ACTION ITEM:
After finding the line containing "const C0 = new Decimal('1.9898e-4'); // K/Pa" below, please output that line and each following one through the line containing "export const CIPM_2007_RANGE", exactly as written.

(Collected data entries)
import { Decimal, type DecimalInput, dec } from './decimal';
import { MetrologyInputError, type MetrologyWarning, type ValidRange } from './errors';

/*
 * Density of moist air.
 * CIPM-2007: A. Picard, R. S. Davis, M. Gläser, K. Fujii, "Revised formula for the
 * density of moist air (CIPM-2007)", Metrologia 45 (2008) 149-155. Constants checked
 * against public implementations citing the paper: DWD module CIPM_2007 (Fortran,
 * eq. A1.4 coefficients, Ma, Mv, R) and the CRAN package masscor (all constants).
 * Declared range 600-1100 hPa, 15-27 °C (as quoted in the uLPAQ R documentation of
 * the formula); relative humidity 0-100 %.
 * OIML R 111-1 (2004) annex E simplified formula:
 *   rho = (0.34848 p - 0.009 hr exp(0.061 t)) / (273.15 + t), p in hPa, hr in %.
 * Its constants match independent public code; the annex text and its stated range
 * and uncertainty could not be read (from memory: ~2e-4 relative).
 */
const A = new Decimal('1.2378847e-5'); // 1/K^2
const B = new Decimal('-1.9121316e-2'); // 1/K
const C = new Decimal('33.93711047');
const D = new Decimal('-6.3431645e3'); // K
const ALPHA = new Decimal('1.00062');
const BETA = new Decimal('3.14e-8'); // 1/Pa
const GAMMA = new Decimal('5.6e-7'); // 1/K^2
const A0 = new Decimal('1.58123e-6'); // K/Pa
const A1 = new Decimal('-2.9331e-8'); // 1/Pa
const A2 = new Decimal('1.1043e-10'); // 1/(K Pa)
const B0 = new Decimal('5.707e-6'); // K/Pa
const B1 = new Decimal('-2.051e-8'); // 1/Pa
const C0 = new Decimal('1.9898e-4'); // K/Pa
const C1 = new Decimal('-2.376e-6'); // 1/Pa
const DD = new Decimal('1.83e-11'); // K^2/Pa^2
const E = new Decimal('-0.765e-8'); // K^2/Pa^2
const MV = new Decimal('18.01528e-3'); // kg/mol
const R = new Decimal('8.314472'); // J/(mol K)
const KELVIN_OFFSET = new Decimal('273.15');
export const DEFAULT_CO2_MOLE_FRACTION = new Decimal('0.0004');

export const CIPM_2007_RANGE = {
  pressurePa: { min: '60000', max: '110000', unit: 'Pa' },
  temperatureC: { min: '15', max: '27', unit: '°C' },
} as const satisfies Record<string, ValidRange>;
/** Our choice of "near a limit": half a kelvin, 10 hPa (about twice a good field instrument's uncertainty). */
const NEAR = { pressurePa: new Decimal(1000), temperatureC: new Decimal('0.5') } as const;

/** Our choice: the widest conditions computed even on request (about twice the laboratory span). */
const PLAUSIBLE = {
  temperatureC: { min: '-40', max: '60', unit: '°C' },
  pressurePa: { min: '30000', max: '150000', unit: 'Pa' },
} as const satisfies Record<string, ValidRange>;

export type AirDensityMethod = 'cipm-2007' | 'oiml-r111';

export interface AirDensityInput {
  readonly temperatureC: DecimalInput;
  readonly pressurePa: DecimalInput;
  readonly relativeHumidityPercent: DecimalInput;
  /** Mole fraction of CO2 (CIPM-2007 only). Default 0.0004. */
  readonly co2MoleFraction?: DecimalInput;
  readonly method?: AirDensityMethod;
  /**
   * Outside the declared range of CIPM-2007: 'refuse' (default) throws with validRange;
   * 'warn' computes and adds a warning. Physically impossible inputs are always refused.
   */
  readonly outsideDeclaredRange?: 'refuse' | 'warn';
}

export interface CipmIntermediate {
  readonly saturationVapourPressurePa: Decimal;
  readonly enhancementFactor: Decimal;
  readonly vapourMoleFraction: Decimal;
  readonly compressibilityFactor: Decimal;
}

export interface AirDensityResult {
  readonly densityKgPerM3: Decimal;
  readonly method: AirDensityMethod;
  readonly warnings: MetrologyWarning[];
  /** CIPM-2007 intermediate values; null for the OIML simplified formula. */
  readonly intermediate: CipmIntermediate | null;
}

interface Checked {
  t: Decimal;
  p: Decimal;
  h: Decimal;
  warnings: MetrologyWarning[];
}

function checkInputs(input: AirDensityInput, method: AirDensityMethod): Checked {
  const t = dec(input.temperatureC, 'temperatureC');
  const p = dec(input.pressurePa, 'pressurePa');
  const h = dec(input.relativeHumidityPercent, 'relativeHumidityPercent');
  if (t.lessThanOrEqualTo(KELVIN_OFFSET.neg())) throw new MetrologyInputError('temperatureC', 'must be above absolute zero');
  if (p.lessThanOrEqualTo(0)) throw new MetrologyInputError('pressurePa', 'must be greater than 0 Pa', { min: '0', unit: 'Pa' });
  if (h.lessThan(0) || h.greaterThan(100)) {
    throw new MetrologyInputError('relativeHumidityPercent', 'must be between 0 and 100 %', { min: '0', max: '100', unit: '%' });
  }
  // Outside this envelope no request is plausible, whatever the method or option: refuse
  // rather than extrapolate the vapour-pressure exponentials into nonsense.
  for (const [field, value] of [
    ['temperatureC', t],
    ['pressurePa', p],
  ] as const) {
    const env = PLAUSIBLE[field];
    if (value.lessThan(env.min) || value.greaterThan(env.max)) {
      throw new MetrologyInputError(field, `must be between ${env.min} and ${env.max} ${env.unit} for any air-density formula here`, env);
    }
  }
  // The OIML formula approximates CIPM-2007; outside the CIPM range neither is supported,
  // but for the approximation (range not verified) we only warn.
  const refuse = method === 'cipm-2007' && (input.outsideDeclaredRange ?? 'refuse') === 'refuse';
  const warnings: MetrologyWarning[] = [];
  for (const [field, value] of [
    ['temperatureC', t],
    ['pressurePa', p],
  ] as const) {
    const range = CIPM_2007_RANGE[field];
    const min = new Decimal(range.min);
    const max = new Decimal(range.max);
    if (value.lessThan(min) || value.greaterThan(max)) {
      const reason = `must be between ${range.min} and ${range.max} ${range.unit} for CIPM-2007`;
      if (refuse) throw new MetrologyInputError(field, reason, range);
      warnings.push({
        code: 'outside-declared-range',
        field,
        message: `${field} ${value.toString()} is outside the CIPM-2007 range ${range.min}-${range.max} ${range.unit}; computed on request`,
      });
    } else if (value.lessThan(min.plus(NEAR[field])) || value.greaterThan(max.minus(NEAR[field]))) {
      warnings.push({ code: 'near-validity-limit', field, message: `${field} ${value.toString()} is near a limit of the CIPM-2007 range` });
    }
  }
  return { t, p, h, warnings };
}

/** CIPM-2007 saturation vapour pressure over water, Pa (T in K). */
export function saturationVapourPressurePa(temperatureK: Decimal): Decimal {
  const T = temperatureK;
  return A.times(T).times(T).plus(B.times(T)).plus(C).plus(D.div(T)).exp();
}

function cipm2007(input: AirDensityInput): AirDensityResult {
  const { t, p, h, warnings } = checkInputs(input, 'cipm-2007');
  const x = input.co2MoleFraction === undefined ? DEFAULT_CO2_MOLE_FRACTION : dec(input.co2MoleFraction, 'co2MoleFraction');
  if (x.lessThan(0) || x.greaterThanOrEqualTo(1)) throw new MetrologyInputError('co2MoleFraction', 'must be at least 0 and below 1');
  const T = t.plus(KELVIN_OFFSET);
  const psv = saturationVapourPressurePa(T);
  const f = ALPHA.plus(BETA.times(p)).plus(GAMMA.times(t).times(t));
  const xv = h.div(100).times(f).times(psv).div(p);
  if (xv.greaterThanOrEqualTo(1))
    throw new MetrologyInputError('pressurePa', 'is below the water vapour pressure at this temperature and humidity');
  const pT = p.div(T);
  const inner = A0.plus(A1.times(t))
    .plus(A2.times(t).times(t))
    .plus(B0.plus(B1.times(t)).times(xv))
    .plus(C0.plus(C1.times(t)).times(xv).times(xv));
  const Z = new Decimal(1).minus(pT.times(inner)).plus(pT.times(pT).times(DD.plus(E.times(xv).times(xv))));
  const Ma = new Decimal('28.96546').plus(new Decimal('12.011').times(x.minus(DEFAULT_CO2_MOLE_FRACTION))).times('1e-3');
  const rho = p
    .times(Ma)
    .div(Z.times(R).times(T))
    .times(new Decimal(1).minus(xv.times(new Decimal(1).minus(MV.div(Ma)))));
  return {
    densityKgPerM3: rho,
    method: 'cipm-2007',
    warnings,
    intermediate: { saturationVapourPressurePa: psv, enhancementFactor: f, vapourMoleFraction: xv, compressibilityFactor: Z },
  };
}

function oimlR111(input: AirDensityInput): AirDensityResult {
  const { t, p, h, warnings } = checkInputs(input, 'oiml-r111');
  const pHpa = p.div(100);
  const num = new Decimal('0.34848').times(pHpa).minus(new Decimal('0.009').times(h).times(new Decimal('0.061').times(t).exp()));
  if (num.lessThanOrEqualTo(0)) throw new MetrologyInputError('pressurePa', 'is too low for the simplified formula at this humidity');
  return { densityKgPerM3: num.div(KELVIN_OFFSET.plus(t)), method: 'oiml-r111', warnings, intermediate: null };
}

/** Density of moist air in kg/m3, by CIPM-2007 (default) or the OIML R 111-1 simplified formula. */
export function airDensity(input: AirDensityInput): AirDensityResult {
  return (input.method ?? 'cipm-2007') === 'cipm-2007' ? cipm2007(input) : oimlR111(input);
}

WRITTEN SOLUTION:
const C0 = new Decimal('1.9898e-4'); // K/Pa
const C1 = new Decimal('-2.376e-6'); // 1/Pa
const DD = new Decimal('1.83e-11'); // K^2/Pa^2
const E = new Decimal('-0.765e-8'); // K^2/Pa^2
const MV = new Decimal('18.01528e-3'); // kg/mol
const R = new Decimal('8.314472'); // J/(mol K)
const KELVIN_OFFSET = new Decimal('273.15');
export const DEFAULT_CO2_MOLE_FRACTION = new Decimal('0.0004');

export const CIPM_2007_RANGE = {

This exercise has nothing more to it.